[GIVEN DATA Boundary: Start]
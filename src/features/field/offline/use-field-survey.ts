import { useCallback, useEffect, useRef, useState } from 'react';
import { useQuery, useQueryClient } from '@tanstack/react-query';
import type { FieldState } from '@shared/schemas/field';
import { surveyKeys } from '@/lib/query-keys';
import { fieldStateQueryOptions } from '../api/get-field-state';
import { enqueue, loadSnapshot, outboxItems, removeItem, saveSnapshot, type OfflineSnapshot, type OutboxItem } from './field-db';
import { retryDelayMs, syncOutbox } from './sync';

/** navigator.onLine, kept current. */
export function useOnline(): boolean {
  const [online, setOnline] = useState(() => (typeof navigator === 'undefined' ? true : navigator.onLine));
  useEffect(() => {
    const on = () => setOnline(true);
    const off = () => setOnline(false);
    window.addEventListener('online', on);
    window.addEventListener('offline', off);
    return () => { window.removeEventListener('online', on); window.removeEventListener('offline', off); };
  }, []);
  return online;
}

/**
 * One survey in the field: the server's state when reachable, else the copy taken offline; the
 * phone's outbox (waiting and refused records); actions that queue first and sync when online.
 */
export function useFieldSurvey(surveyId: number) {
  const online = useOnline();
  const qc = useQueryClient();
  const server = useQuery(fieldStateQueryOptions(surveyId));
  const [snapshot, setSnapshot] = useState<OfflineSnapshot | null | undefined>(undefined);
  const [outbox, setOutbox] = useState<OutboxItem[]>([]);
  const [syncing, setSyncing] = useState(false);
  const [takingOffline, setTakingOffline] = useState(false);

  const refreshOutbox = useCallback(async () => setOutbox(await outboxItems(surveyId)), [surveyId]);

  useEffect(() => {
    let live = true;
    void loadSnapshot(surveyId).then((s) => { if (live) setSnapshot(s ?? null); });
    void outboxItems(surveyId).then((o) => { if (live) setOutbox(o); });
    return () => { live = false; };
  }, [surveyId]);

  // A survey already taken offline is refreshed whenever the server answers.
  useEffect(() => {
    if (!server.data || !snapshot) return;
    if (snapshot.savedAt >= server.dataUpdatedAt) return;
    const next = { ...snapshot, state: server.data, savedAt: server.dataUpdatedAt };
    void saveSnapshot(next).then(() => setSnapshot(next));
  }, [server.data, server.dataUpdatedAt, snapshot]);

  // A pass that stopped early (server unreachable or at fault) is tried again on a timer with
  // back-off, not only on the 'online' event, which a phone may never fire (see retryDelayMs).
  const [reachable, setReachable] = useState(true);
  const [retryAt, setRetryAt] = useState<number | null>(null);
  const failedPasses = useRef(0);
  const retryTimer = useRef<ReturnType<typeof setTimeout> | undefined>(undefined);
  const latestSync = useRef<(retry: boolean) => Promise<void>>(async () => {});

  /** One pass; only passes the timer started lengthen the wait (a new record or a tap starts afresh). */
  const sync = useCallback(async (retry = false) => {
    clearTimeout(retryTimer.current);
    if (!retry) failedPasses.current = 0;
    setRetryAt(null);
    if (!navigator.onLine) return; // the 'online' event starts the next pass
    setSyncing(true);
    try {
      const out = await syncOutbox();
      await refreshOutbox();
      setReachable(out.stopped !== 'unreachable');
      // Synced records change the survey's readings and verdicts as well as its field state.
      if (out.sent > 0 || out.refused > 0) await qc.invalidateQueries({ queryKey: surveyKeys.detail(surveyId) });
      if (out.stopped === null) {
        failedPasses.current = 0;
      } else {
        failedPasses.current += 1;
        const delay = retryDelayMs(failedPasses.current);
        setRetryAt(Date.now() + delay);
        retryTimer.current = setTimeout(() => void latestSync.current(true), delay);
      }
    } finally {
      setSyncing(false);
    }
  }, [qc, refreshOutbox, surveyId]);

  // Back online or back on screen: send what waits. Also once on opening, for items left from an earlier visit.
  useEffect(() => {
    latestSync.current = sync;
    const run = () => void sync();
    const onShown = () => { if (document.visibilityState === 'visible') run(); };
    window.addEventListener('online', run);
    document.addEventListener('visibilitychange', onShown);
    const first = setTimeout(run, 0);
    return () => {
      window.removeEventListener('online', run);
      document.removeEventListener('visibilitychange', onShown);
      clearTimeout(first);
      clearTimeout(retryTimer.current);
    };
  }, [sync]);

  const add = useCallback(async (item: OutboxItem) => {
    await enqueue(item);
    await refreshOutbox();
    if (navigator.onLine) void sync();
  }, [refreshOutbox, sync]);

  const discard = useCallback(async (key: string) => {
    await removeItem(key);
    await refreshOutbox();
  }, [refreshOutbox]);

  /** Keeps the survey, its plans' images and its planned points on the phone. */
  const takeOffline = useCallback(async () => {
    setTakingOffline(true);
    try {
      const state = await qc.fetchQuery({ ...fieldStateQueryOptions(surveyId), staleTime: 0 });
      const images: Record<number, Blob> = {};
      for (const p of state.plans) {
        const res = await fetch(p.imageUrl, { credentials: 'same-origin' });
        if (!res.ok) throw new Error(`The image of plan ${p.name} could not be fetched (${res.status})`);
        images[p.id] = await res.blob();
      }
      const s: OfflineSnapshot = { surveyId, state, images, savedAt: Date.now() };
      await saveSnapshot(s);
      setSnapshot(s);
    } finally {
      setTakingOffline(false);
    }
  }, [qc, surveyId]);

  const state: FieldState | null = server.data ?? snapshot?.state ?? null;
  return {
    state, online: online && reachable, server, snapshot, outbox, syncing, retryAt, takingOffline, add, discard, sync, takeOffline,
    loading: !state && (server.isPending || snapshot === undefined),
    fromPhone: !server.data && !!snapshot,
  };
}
[GIVEN DATA Boundary: End]
■ **YOUR TASK**
Output all entries exactly as given above.

■ **EXERCISE SOLUTION**
filename src/features/field/offline/use-field-survey.ts
import { useCallback, useEffect, useRef, useState } from 'react';
import { useQuery, useQueryClient } from '@tanstack/react-query';
import type { FieldState } from '@shared/schemas/field';
import { surveyKeys } from '@/lib/query-keys';
import { fieldStateQueryOptions } from '../api/get-field-state';
import { enqueue, loadSnapshot, outboxItems, removeItem, saveSnapshot, type OfflineSnapshot, type OutboxItem } from './field-db';
import { retryDelayMs, syncOutbox } from './sync';

/** navigator.onLine, kept current. */
export function useOnline(): boolean {
  const [online, setOnline] = useState(() => (typeof navigator === 'undefined' ? true : navigator.onLine));
  useEffect(() => {
    const on = () => setOnline(true);
    const off = () => setOnline(false);
    window.addEventListener('online', on);
    window.addEventListener('offline', off);
    return () => { window.removeEventListener('online', on); window.removeEventListener('offline', off); };
  }, []);
  return online;
}

/**
 * One survey in the field: the server's state when reachable, else the copy taken offline; the
 * phone's outbox (waiting and refused records); actions that queue first and sync when online.
 */
export function useFieldSurvey(surveyId: number) {
  const online = useOnline();
  const qc = useQueryClient();
  const server = useQuery(fieldStateQueryOptions(surveyId));
  const [snapshot, setSnapshot] = useState<OfflineSnapshot | null | undefined>(undefined);
  const [outbox, setOutbox] = useState<OutboxItem[]>([]);
  const [syncing, setSyncing] = useState(false);
  const [takingOffline, setTakingOffline] = useState(false);

  const refreshOutbox = useCallback(async () => setOutbox(await outboxItems(surveyId)), [surveyId]);

  useEffect(() => {
    let live = true;
    void loadSnapshot(surveyId).then((s) => { if (live) setSnapshot(s ?? null); });
    void outboxItems(surveyId).then((o) => { if (live) setOutbox(o); });
    return () => { live = false; };
  }, [surveyId]);

  // A survey already taken offline is refreshed whenever the server answers.
  useEffect(() => {
    if (!server.data || !snapshot) return;
    if (snapshot.savedAt >= server.dataUpdatedAt) return;
    const next = { ...snapshot, state: server.data, savedAt: server.dataUpdatedAt };
    void saveSnapshot(next).then(() => setSnapshot(next));
  }, [server.data, server.dataUpdatedAt, snapshot]);

  // A pass that stopped early (server unreachable or at fault) is tried again on a timer with
  // back-off, not only on the 'online' event, which a phone may never fire (see retryDelayMs).
  const [reachable, setReachable] = useState(true);
  const [retryAt, setRetryAt] = useState<number | null>(null);
  const failedPasses = useRef(0);
  const retryTimer = useRef<ReturnType<typeof setTimeout> | undefined>(undefined);
  const latestSync = useRef<(retry: boolean) => Promise<void>>(async () => {});

  /** One pass; only passes the timer started lengthen the wait (a new record or a tap starts afresh). */
  const sync = useCallback(async (retry = false) => {
    clearTimeout(retryTimer.current);
    if (!retry) failedPasses.current = 0;
    setRetryAt(null);
    if (!navigator.onLine) return; // the 'online' event starts the next pass
    setSyncing(true);
    try {
      const out = await syncOutbox();
      await refreshOutbox();
      setReachable(out.stopped !== 'unreachable');
      // Synced records change the survey's readings and verdicts as well as its field state.
      if (out.sent > 0 || out.refused > 0) await qc.invalidateQueries({ queryKey: surveyKeys.detail(surveyId) });
      if (out.stopped === null) {
        failedPasses.current = 0;
      } else {
        failedPasses.current += 1;
        const delay = retryDelayMs(failedPasses.current);
        setRetryAt(Date.now() + delay);
        retryTimer.current = setTimeout(() => void latestSync.current(true), delay);
      }
    } finally {
      setSyncing(false);
    }
  }, [qc, refreshOutbox, surveyId]);

  // Back online or back on screen: send what waits. Also once on opening, for items left from an earlier visit.
  useEffect(() => {
    latestSync.current = sync;
    const run = () => void sync();
    const onShown = () => { if (document.visibilityState === 'visible') run(); };
    window.addEventListener('online', run);
    document.addEventListener('visibilitychange', onShown);
    const first = setTimeout(run, 0);
    return () => {
      window.removeEventListener('online', run);
      document.removeEventListener('visibilitychange', onShown);
      clearTimeout(first);
      clearTimeout(retryTimer.current);
    };
  }, [sync]);

  const add = useCallback(async (item: OutboxItem) => {
    await enqueue(item);
    await refreshOutbox();
    if (navigator.onLine) void sync();
  }, [refreshOutbox, sync]);

  const discard = useCallback(async (key: string) => {
    await removeItem(key);
    await refreshOutbox();
  }, [refreshOutbox]);

  /** Keeps the survey, its plans' images and its planned points on the phone. */
  const takeOffline = useCallback(async () => {
    setTakingOffline(true);
    try {
      const state = await qc.fetchQuery({ ...fieldStateQueryOptions(surveyId), staleTime: 0 });
      const images: Record<number, Blob> = {};
      for (const p of state.plans) {
        const res = await fetch(p.imageUrl, { credentials: 'same-origin' });
        if (!res.ok) throw new Error(`The image of plan ${p.name} could not be fetched (${res.status})`);
        images[p.id] = await res.blob();
      }
      const s: OfflineSnapshot = { surveyId, state, images, savedAt: Date.now() };
      await saveSnapshot(s);
      setSnapshot(s);
    } finally {
      setTakingOffline(false);
    }
  }, [qc, surveyId]);

  const state: FieldState | null = server.data ?? snapshot?.state ?? null;
  return {
    state, online: online && reachable, server, snapshot, outbox, syncing, retryAt, takingOffline, add, discard, sync, takeOffline,
    loading: !state && (server.isPending || snapshot === undefined),
    fromPhone: !server.data && !!snapshot,
  };
}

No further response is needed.